▶ [Assignment]:
Give the data again exactly, stopping after the "per categorical input column" line.

┌─ Task inputs

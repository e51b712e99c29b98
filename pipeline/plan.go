package pipeline

import (
	"fmt"
	"slices"
	"sync"

	"github.com/tabprep/tabprep"
)

// Plan is a fitted pipeline compiled for one row at a time, for serving: it
// reads an input row laid out by the input schema (values by column
// position) and writes the output row into a buffer the caller owns.
//
// The row lives in a register file of cells in which every column has a
// slot: a step touches only the slots of the columns it changes or adds, and
// the output is gathered from its slots at the end, so no step copies the
// row. Apply does not allocate, looks up no column name and uses no
// reflection; its output is bit-identical to [Fitted.Transform] of the same
// row. A Plan is safe for concurrent use by many goroutines.
type Plan struct {
	in         tabprep.Schema
	out        tabprep.Schema
	funcs      []tabprep.RowFunc
	outSlots   []int          // slot of each output column
	slots      int            // register file size
	entry      []entryCode    // one per categorical input column
	fields     map[string]int // input column name → position, for the helpers
	numericOut bool
	gen        func(dst []float64, src []tabprep.Cell) bool // from CompileWith, or nil
	scratch    sync.Pool                                    // *rowScratch
	structs    sync.Map                                     // reflect.Type → []int, for FromStruct
}

// levelTable maps a level string to its code with a small open-addressing
// hash table over a cheap hash of the string's length and its first, middle
// and last bytes, so that a lookup costs about what a hand-written switch does.
type levelTable struct {
	keys  []string
	codes []int32 // MissingCode marks an empty bucket
	mask  uint64
	shift uint // 64 − log2(len(codes)): the hash's top bits pick the bucket
}

func levelHash(s string) uint64 {
	n := len(s)
	h := uint64(n)<<24 | uint64(s[0])<<16 | uint64(s[n/2])<<8 | uint64(s[n-1])
	return h * 0x9E3779B97F4A7C15
}

func newLevelTable(levels []string) levelTable {
	size, bits := 8, uint(3)
	for size < 4*len(levels) {
		size, bits = size*2, bits+1
	}
	t := levelTable{keys: make([]string, size), codes: make([]int32, size), mask: uint64(size - 1), shift: 64 - bits}
	for i := range t.codes {
		t.codes[i] = tabprep.MissingCode
	}
	for code, l := range levels {
		i := levelHash(l) >> t.shift
		for t.codes[i] != tabprep.MissingCode {
			i = (i + 1) & t.mask
		}
		t.keys[i], t.codes[i] = l, int32(code)
	}
	return t
}

func (t *levelTable) code(s string) int32 {
	if s == "" {
		return tabprep.MissingCode
	}
	i := levelHash(s) >> t.shift
	for {
		c := t.codes[i]
		if c == tabprep.MissingCode {
			return tabprep.UnseenCode
		}
		if t.keys[i] == s {
			return c
		}
		i = (i + 1) & t.mask
	}
}

// entryCode codes one categorical input column as a row enters the plan.
type entryCode struct {
	pos   int
	table levelTable
}

type rowScratch struct {
	regs, src []tabprep.Cell
	cols      []*tabprep.Column
}

// Compile returns the row plan of f. Every step must have a row kernel; a
// step that needs other rows to act on one (row-order imputation, row
// dropping) is refused with an error that names it.
func (f *Fitted) Compile() (*Plan, error) {
	p := &Plan{in: f.input.Clone(), fields: map[string]int{}}
	for i, c := range f.input.Columns {
		p.fields[c.Name] = i
		if c.Kind == tabprep.Categorical {
			p.entry = append(p.entry, entryCode{pos: i, table: newLevelTable(c.Levels)})
		}
	}
	layout := tabprep.NewRowLayout(p.in)
	for i, s := range f.steps {
		fn, err := s.RowKernel(layout)
		if err != nil {
			return nil, fmt.Errorf("pipeline: compile: step %d (%s) cannot act on one row: %w; transform such data in batches with Fitted.Transform", i, s.Kind(), err)
		}
		p.funcs = append(p.funcs, fn)
	}
	p.out = layout.Schema()
	if !slices.Equal(p.out.Names(), f.output.Names()) {
		return nil, fmt.Errorf("pipeline: compile: row kernels lay out %v but the batch transform gives %v; a step's row kernel disagrees with its Transform", p.out.Names(), f.output.Names())
	}
	p.slots = layout.Slots()
	p.outSlots = make([]int, layout.Len())
	p.numericOut = true
	for i, c := range p.out.Columns {
		p.outSlots[i] = layout.SlotAt(i)
		p.numericOut = p.numericOut && c.Kind == tabprep.Numeric
	}
	p.scratch.New = func() any {
		return &rowScratch{regs: make([]tabprep.Cell, p.slots), src: make([]tabprep.Cell, len(p.in.Columns))}
	}
	return p, nil
}

// Input returns the layout of the rows Apply reads.
func (p *Plan) Input() tabprep.Schema { return p.in.Clone() }

// Output returns the layout of the rows Apply writes.
func (p *Plan) Output() tabprep.Schema { return p.out.Clone() }

// InputWidth returns the number of cells of an input row.
func (p *Plan) InputWidth() int { return len(p.in.Columns) }

// OutputWidth returns the number of cells of an output row.
func (p *Plan) OutputWidth() int { return len(p.out.Columns) }

// Apply transforms one row. src holds one cell per input column, Num for a
// numeric column and Str for a categorical one (the Code fields of src are
// ignored and left alone); dst receives one cell per output column.
func (p *Plan) Apply(dst, src []tabprep.Cell) error {
	s := p.scratch.Get().(*rowScratch)
	defer p.scratch.Put(s)
	return p.apply(s.regs, dst, src)
}

// apply is Apply on the given registers.
func (p *Plan) apply(regs, dst, src []tabprep.Cell) error {
	if len(src) != len(p.in.Columns) || len(dst) != len(p.out.Columns) {
		return fmt.Errorf("pipeline: plan: row of %d cells into %d; the plan reads %d and writes %d",
			len(src), len(dst), len(p.in.Columns), len(p.out.Columns))
	}
	if err := p.run(regs, src); err != nil {
		return err
	}
	p.gather(dst, regs)
	return nil
}

// gather copies the output cells from regs to dst; numeric cells get Num
// alone, since a register's Str and Code mean nothing for them.
func (p *Plan) gather(dst, regs []tabprep.Cell) {
	for i, k := range p.outSlots {
		if p.out.Columns[i].Kind == tabprep.Numeric {
			dst[i] = tabprep.Cell{Num: regs[k].Num}
		} else {
			dst[i] = regs[k]
		}
	}
}

// run loads src into regs and runs every step's row function.
func (p *Plan) run(regs, src []tabprep.Cell) error {
	copy(regs, src)
	for k := range p.entry {
		e := &p.entry[k]
		regs[e.pos].Code = e.table.code(regs[e.pos].Str)
	}
	for _, fn := range p.funcs {
		if err := fn(regs); err != nil {
			return err
		}
	}
	return nil
}

// ApplyFloats is [Plan.Apply] for a pipeline whose output columns are all
// numeric, as a model's input is: it writes the output values into dst.
func (p *Plan) ApplyFloats(dst []float64, src []tabprep.Cell) error {
	if p.generated(dst, src) {
		return nil
	}
	s := p.scratch.Get().(*rowScratch)
	defer p.scratch.Put(s)
	return p.applyFloats(s.regs, dst, src)
}

// generated runs the generated code of CompileWith on a row and reports
// whether it finished it; false means the interpreted plan must run.
func (p *Plan) generated(dst []float64, src []tabprep.Cell) bool {
	return p.gen != nil && p.gen(dst, src)
}

func (p *Plan) applyFloats(regs []tabprep.Cell, dst []float64, src []tabprep.Cell) error {
	if !p.numericOut {
		return fmt.Errorf("pipeline: plan: the output has categorical columns; use Apply, or encode them in the pipeline")
	}
	if len(src) != len(p.in.Columns) || len(dst) != len(p.out.Columns) {
		return fmt.Errorf("pipeline: plan: row of %d cells into %d values; the plan reads %d and writes %d",
			len(src), len(dst), len(p.in.Columns), len(p.out.Columns))
	}
	if err := p.run(regs, src); err != nil {
		return err
	}
	p.gatherFloats(dst, regs)
	return nil
}

// gatherFloats copies the output values from regs to dst.
func (p *Plan) gatherFloats(dst []float64, regs []tabprep.Cell) {
	for i, k := range p.outSlots {
		dst[i] = regs[k].Num
	}
}

// Runner applies a plan with a register file of its own, saving the pool
// round trip that [Plan.Apply] makes per row: for a loop that scores many
// rows on one goroutine. A Runner is not safe for concurrent use; make one
// per goroutine (they are cheap), or pool them.
type Runner struct {
	plan *Plan
	regs []tabprep.Cell
}

// Runner returns a new runner of p.
func (p *Plan) Runner() *Runner {
	return &Runner{plan: p, regs: make([]tabprep.Cell, p.slots)}
}

// Apply is [Plan.Apply] on r's own registers.
func (r *Runner) Apply(dst, src []tabprep.Cell) error {
	return r.plan.apply(r.regs, dst, src)
}

// ApplyFloats is [Plan.ApplyFloats] on r's own registers.
func (r *Runner) ApplyFloats(dst []float64, src []tabprep.Cell) error {
	if r.plan.generated(dst, src) {
		return nil
	}
	return r.plan.applyFloats(r.regs, dst, src)
}

// TransformInto transforms every row of data into dst, row after row:
// row i's output values are dst[i*w : (i+1)*w] with w = [Plan.OutputWidth].
// The output must be all numeric, and dst must have exactly
// data.NumRows()·w values. data needs the input columns (others are
// ignored). Beyond dst, which the caller owns and may reuse, a call
// allocates nothing in the steady state, so batch scoring can run without
// garbage.
func (p *Plan) TransformInto(dst []float64, data *tabprep.Frame) error {
	if !p.numericOut {
		return fmt.Errorf("pipeline: plan: the output has categorical columns; use Apply, or encode them in the pipeline")
	}
	w := len(p.out.Columns)
	if len(dst) != data.NumRows()*w {
		return fmt.Errorf("pipeline: plan: dst has %d values; %d rows of %d output columns need %d", len(dst), data.NumRows(), w, data.NumRows()*w)
	}
	s := p.scratch.Get().(*rowScratch)
	defer p.scratch.Put(s)
	if cap(s.cols) < len(p.in.Columns) {
		s.cols = make([]*tabprep.Column, len(p.in.Columns))
	}
	cols := s.cols[:len(p.in.Columns)]
	for i, want := range p.in.Columns {
		j := data.Index(want.Name)
		if j < 0 || data.Col(j).Kind() != want.Kind {
			_, err := p.in.Conform("pipeline.plan", data)
			return err
		}
		cols[i] = data.Col(j)
	}
	src := s.src[:len(p.in.Columns)]
	for r := 0; r < data.NumRows(); r++ {
		for i, c := range cols {
			if p.in.Columns[i].Kind == tabprep.Numeric {
				src[i].Num = c.Float64s()[r]
			} else {
				src[i].Str = c.Level(r)
			}
		}
		out := dst[r*w : (r+1)*w]
		if p.generated(out, src) {
			continue
		}
		if err := p.run(s.regs, src); err != nil {
			return fmt.Errorf("pipeline: plan: row %d: %w", r, err)
		}
		p.gatherFloats(out, s.regs)
	}
	return nil
}
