package pipeline_test

import (
	"bytes"
	"context"
	"errors"
	"fmt"
	"log"
	"math"
	"strings"

	"github.com/tabprep/tabprep"
	"github.com/tabprep/tabprep/encode"
	"github.com/tabprep/tabprep/impute"
	"github.com/tabprep/tabprep/pipeline"
	"github.com/tabprep/tabprep/scale"
	"github.com/tabprep/tabprep/split"
)

// This example is the README's usage example: split, fit on train rows
// only, save, load, and transform the holdout.
func Example() {
	frame := tabprep.MustFrame(
		tabprep.NewNumeric("pet_age", []float64{2, math.NaN(), 7, 4, 11, 1, 9, 3, 5, 6}),
		tabprep.NewNumeric("days_ahead", []float64{1, 14, 3, 30, 2, 7, 5, 60, 4, 10}),
	)
	tagged, _, err := split.Random{Fraction: 0.3, Seed: 1}.Apply(frame)
	if err != nil {
		log.Fatal(err)
	}

	prep := pipeline.New(
		pipeline.Use(impute.Mean{}),  // fill gaps with the train mean
		pipeline.Use(scale.ZScore{}), // then centre and scale
	)
	if _, err := prep.Fit(tagged); errors.Is(err, tabprep.ErrHoldout) {
		fmt.Println("refused: the frame holds holdout rows")
	}
	fitted, err := prep.Fit(tagged.Train())
	if err != nil {
		log.Fatal(err)
	}

	var saved bytes.Buffer
	if err := fitted.Save(&saved); err != nil {
		log.Fatal(err)
	}
	loaded, err := pipeline.Load(&saved)
	if err != nil {
		log.Fatal(err)
	}
	out, err := loaded.Transform(tagged.HoldoutRows())
	if err != nil {
		log.Fatal(err)
	}
	fmt.Println(loaded.OutputNames())
	for i := 0; i < out.NumRows(); i++ {
		fmt.Printf("%-8v %6.3f %6.3f\n", out.Role(i), out.Col(0).Value(i), out.Col(1).Value(i))
	}
	// Output:
	// refused: the frame holds holdout rows
	// [pet_age days_ahead]
	// holdout  -0.995 -0.759
	// holdout   1.204 -0.571
	// holdout   0.262 -0.336
}

// A fitted pipeline compiles to a row plan for serving: one request row in,
// the output vector out, into a buffer the caller owns.
func ExampleFitted_Compile() {
	train := tabprep.MustFrame(
		tabprep.NewCategorical("species", []string{"dog", "cat", "dog", "rabbit"}),
		tabprep.NewNumeric("pet_age", []float64{3, math.NaN(), 9, 2}),
	)
	fitted, err := pipeline.New(
		pipeline.Use(impute.Mean{}),
		pipeline.Use(encode.OneHot{}),
	).Fit(train)
	if err != nil {
		log.Fatal(err)
	}
	plan, err := fitted.Compile()
	if err != nil {
		log.Fatal(err)
	}
	src := make([]tabprep.Cell, plan.InputWidth())
	if err := plan.FromMap(src, map[string]any{"species": "cat", "pet_age": nil}); err != nil {
		log.Fatal(err)
	}
	out := make([]float64, plan.OutputWidth())
	if err := plan.ApplyFloats(out, src); err != nil {
		log.Fatal(err)
	}
	fmt.Println(plan.Output().Names())
	fmt.Println(out)
	// Output:
	// [pet_age species=cat species=dog species=rabbit]
	// [4.666666666666667 1 0 0]
}

// Stream transforms CSV chunk by chunk, so the input can be larger than
// memory.
// A scoring service that needs the lowest latency generates its plan as Go
// source once (a go:generate command, say), compiles the file into the
// program and hands it to CompileWith; rows then run through plain Go code
// with the fitted numbers as constants.
func ExampleFitted_WriteGo() {
	train := tabprep.MustFrame(
		tabprep.NewCategorical("species", []string{"dog", "cat", "dog", "rabbit"}),
		tabprep.NewNumeric("pet_age", []float64{3, math.NaN(), 9, 2}),
	)
	fitted, err := pipeline.New(
		pipeline.Use(impute.Mean{}),
		pipeline.Use(encode.OneHot{}),
	).Fit(train)
	if err != nil {
		log.Fatal(err)
	}
	var src bytes.Buffer
	if err := fitted.WriteGo(&src, pipeline.GoOptions{Package: "petplan"}); err != nil {
		log.Fatal(err)
	}
	for _, line := range strings.Split(src.String(), "\n") {
		if strings.Contains(line, "n1 = 4.") || strings.HasPrefix(line, "var Plan") || strings.Contains(line, `case "cat"`) {
			fmt.Println(strings.TrimSpace(line))
		}
	}
	// Output:
	// var Plan = pipeline.Generated{
	// case "cat":
	// n1 = 4.666666666666667
}

func ExampleFitted_Stream() {
	train := tabprep.MustFrame(tabprep.NewNumeric("days_ahead", []float64{2, 4, 6}))
	fitted, err := pipeline.New(pipeline.Use(scale.ZScore{})).Fit(train)
	if err != nil {
		log.Fatal(err)
	}
	in := strings.NewReader("days_ahead\n2\n8\n\"\"\n") // "" is a missing cell
	var out bytes.Buffer
	prog, err := fitted.Stream(context.Background(), in, &out, pipeline.StreamOptions{})
	if err != nil {
		log.Fatal(err)
	}
	fmt.Print(out.String())
	fmt.Println(prog.Rows, "rows")
	// Output:
	// days_ahead
	// -1
	// 2
	// ""
	// 3 rows
}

└─

▶ [Problem solution]:
repository e51b712e99c29b98
filename pipeline/plan.go
package pipeline

import (
	"fmt"
	"slices"
	"sync"

	"github.com/tabprep/tabprep"
)

// Plan is a fitted pipeline compiled for one row at a time, for serving: it
// reads an input row laid out by the input schema (values by column
// position) and writes the output row into a buffer the caller owns.
//
// The row lives in a register file of cells in which every column has a
// slot: a step touches only the slots of the columns it changes or adds, and
// the output is gathered from its slots at the end, so no step copies the
// row. Apply does not allocate, looks up no column name and uses no
// reflection; its output is bit-identical to [Fitted.Transform] of the same
// row. A Plan is safe for concurrent use by many goroutines.
type Plan struct {
	in         tabprep.Schema
	out        tabprep.Schema
	funcs      []tabprep.RowFunc
	outSlots   []int          // slot of each output column
	slots      int            // register file size
	entry      []entryCode    // one per categorical input column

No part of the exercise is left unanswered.